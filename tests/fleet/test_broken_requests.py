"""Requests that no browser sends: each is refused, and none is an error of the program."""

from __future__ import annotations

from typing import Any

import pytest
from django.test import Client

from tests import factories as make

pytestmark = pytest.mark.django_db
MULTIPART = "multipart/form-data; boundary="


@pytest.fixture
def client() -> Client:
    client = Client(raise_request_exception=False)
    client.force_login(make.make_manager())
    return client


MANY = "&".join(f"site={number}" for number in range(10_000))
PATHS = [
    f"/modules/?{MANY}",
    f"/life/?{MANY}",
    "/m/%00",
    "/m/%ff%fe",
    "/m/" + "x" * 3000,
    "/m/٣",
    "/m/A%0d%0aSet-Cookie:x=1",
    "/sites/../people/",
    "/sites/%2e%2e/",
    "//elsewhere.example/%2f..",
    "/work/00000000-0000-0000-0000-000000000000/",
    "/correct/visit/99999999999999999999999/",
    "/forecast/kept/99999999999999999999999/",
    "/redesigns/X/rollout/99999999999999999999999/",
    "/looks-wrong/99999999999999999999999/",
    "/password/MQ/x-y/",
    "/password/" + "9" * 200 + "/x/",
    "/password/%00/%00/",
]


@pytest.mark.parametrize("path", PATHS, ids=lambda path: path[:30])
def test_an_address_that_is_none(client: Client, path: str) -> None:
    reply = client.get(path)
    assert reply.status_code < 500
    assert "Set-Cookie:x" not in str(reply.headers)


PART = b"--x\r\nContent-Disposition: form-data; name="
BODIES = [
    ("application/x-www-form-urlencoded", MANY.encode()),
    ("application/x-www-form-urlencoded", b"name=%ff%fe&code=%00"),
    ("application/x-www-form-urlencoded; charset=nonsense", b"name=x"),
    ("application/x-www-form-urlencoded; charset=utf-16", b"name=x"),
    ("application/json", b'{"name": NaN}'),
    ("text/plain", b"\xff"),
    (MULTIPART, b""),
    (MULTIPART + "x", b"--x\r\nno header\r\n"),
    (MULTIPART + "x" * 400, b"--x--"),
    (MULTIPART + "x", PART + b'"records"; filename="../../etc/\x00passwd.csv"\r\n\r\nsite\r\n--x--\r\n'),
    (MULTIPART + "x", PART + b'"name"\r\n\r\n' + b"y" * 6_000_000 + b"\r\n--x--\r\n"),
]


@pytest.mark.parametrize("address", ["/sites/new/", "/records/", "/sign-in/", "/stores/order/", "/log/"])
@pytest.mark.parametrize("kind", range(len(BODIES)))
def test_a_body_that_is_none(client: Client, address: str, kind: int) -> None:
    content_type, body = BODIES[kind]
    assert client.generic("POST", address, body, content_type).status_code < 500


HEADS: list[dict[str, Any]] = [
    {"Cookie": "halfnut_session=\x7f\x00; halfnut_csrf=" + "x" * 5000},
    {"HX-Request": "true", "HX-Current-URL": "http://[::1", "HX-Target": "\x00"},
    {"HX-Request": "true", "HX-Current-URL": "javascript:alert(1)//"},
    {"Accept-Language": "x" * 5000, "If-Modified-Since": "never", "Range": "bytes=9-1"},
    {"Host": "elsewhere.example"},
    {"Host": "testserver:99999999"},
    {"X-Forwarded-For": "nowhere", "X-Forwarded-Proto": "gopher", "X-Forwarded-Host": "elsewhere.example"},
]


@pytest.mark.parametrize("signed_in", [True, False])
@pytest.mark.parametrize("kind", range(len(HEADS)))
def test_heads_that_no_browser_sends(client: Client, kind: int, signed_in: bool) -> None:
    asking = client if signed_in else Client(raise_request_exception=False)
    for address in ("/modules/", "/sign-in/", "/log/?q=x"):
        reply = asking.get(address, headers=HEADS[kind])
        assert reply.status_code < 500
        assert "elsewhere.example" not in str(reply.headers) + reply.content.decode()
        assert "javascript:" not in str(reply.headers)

******

# TASK DETAILS:
Every word in the records must appear in your copy exactly as it does above.

# TASK OUTPUT:
filename tests/fleet/test_broken_requests.py
"""Requests that no browser sends: each is refused, and none is an error of the program."""

from __future__ import annotations

from typing import Any

import pytest
from django.test import Client

from tests import factories as make

pytestmark = pytest.mark.django_db
MULTIPART = "multipart/form-data; boundary="


@pytest.fixture
def client() -> Client:
    client = Client(raise_request_exception=False)
    client.force_login(make.make_manager())
    return client


MANY = "&".join(f"site={number}" for number in range(10_000))
PATHS = [
    f"/modules/?{MANY}",
    f"/life/?{MANY}",
    "/m/%00",
    "/m/%ff%fe",
    "/m/" + "x" * 3000,
    "/m/٣",
    "/m/A%0d%0aSet-Cookie:x=1",
    "/sites/../people/",
    "/sites/%2e%2e/",
    "//elsewhere.example/%2f..",
    "/work/00000000-0000-0000-0000-000000000000/",
    "/correct/visit/99999999999999999999999/",
    "/forecast/kept/99999999999999999999999/",
    "/redesigns/X/rollout/99999999999999999999999/",
    "/looks-wrong/99999999999999999999999/",
    "/password/MQ/x-y/",
    "/password/" + "9" * 200 + "/x/",
    "/password/%00/%00/",
]


@pytest.mark.parametrize("path", PATHS, ids=lambda path: path[:30])
def test_an_address_that_is_none(client: Client, path: str) -> None:
    reply = client.get(path)
    assert reply.status_code < 500
    assert "Set-Cookie:x" not in str(reply.headers)


PART = b"--x\r\nContent-Disposition: form-data; name="
BODIES = [
    ("application/x-www-form-urlencoded", MANY.encode()),
    ("application/x-www-form-urlencoded", b"name=%ff%fe&code=%00"),
    ("application/x-www-form-urlencoded; charset=nonsense", b"name=x"),
    ("application/x-www-form-urlencoded; charset=utf-16", b"name=x"),
    ("application/json", b'{"name": NaN}'),
    ("text/plain", b"\xff"),
    (MULTIPART, b""),
    (MULTIPART + "x", b"--x\r\nno header\r\n"),
    (MULTIPART + "x" * 400, b"--x--"),
    (MULTIPART + "x", PART + b'"records"; filename="../../etc/\x00passwd.csv"\r\n\r\nsite\r\n--x--\r\n'),
    (MULTIPART + "x", PART + b'"name"\r\n\r\n' + b"y" * 6_000_000 + b"\r\n--x--\r\n"),
]


@pytest.mark.parametrize("address", ["/sites/new/", "/records/", "/sign-in/", "/stores/order/", "/log/"])
@pytest.mark.parametrize("kind", range(len(BODIES)))
def test_a_body_that_is_none(client: Client, address: str, kind: int) -> None:
    content_type, body = BODIES[kind]
    assert client.generic("POST", address, body, content_type).status_code < 500


HEADS: list[dict[str, Any]] = [
    {"Cookie": "halfnut_session=\x7f\x00; halfnut_csrf=" + "x" * 5000},
    {"HX-Request": "true", "HX-Current-URL": "http://[::1", "HX-Target": "\x00"},
    {"HX-Request": "true", "HX-Current-URL": "javascript:alert(1)//"},
    {"Accept-Language": "x" * 5000, "If-Modified-Since": "never", "Range": "bytes=9-1"},
    {"Host": "elsewhere.example"},
    {"Host": "testserver:99999999"},
    {"X-Forwarded-For": "nowhere", "X-Forwarded-Proto": "gopher", "X-Forwarded-Host": "elsewhere.example"},
]


@pytest.mark.parametrize("signed_in", [True, False])
@pytest.mark.parametrize("kind", range(len(HEADS)))
def test_heads_that_no_browser_sends(client: Client, kind: int, signed_in: bool) -> None:
    asking = client if signed_in else Client(raise_request_exception=False)
    for address in ("/modules/", "/sign-in/", "/log/?q=x"):
        reply = asking.get(address, headers=HEADS[kind])
        assert reply.status_code < 500
        assert "elsewhere.example" not in str(reply.headers) + reply.content.decode()
        assert "javascript:" not in str(reply.headers)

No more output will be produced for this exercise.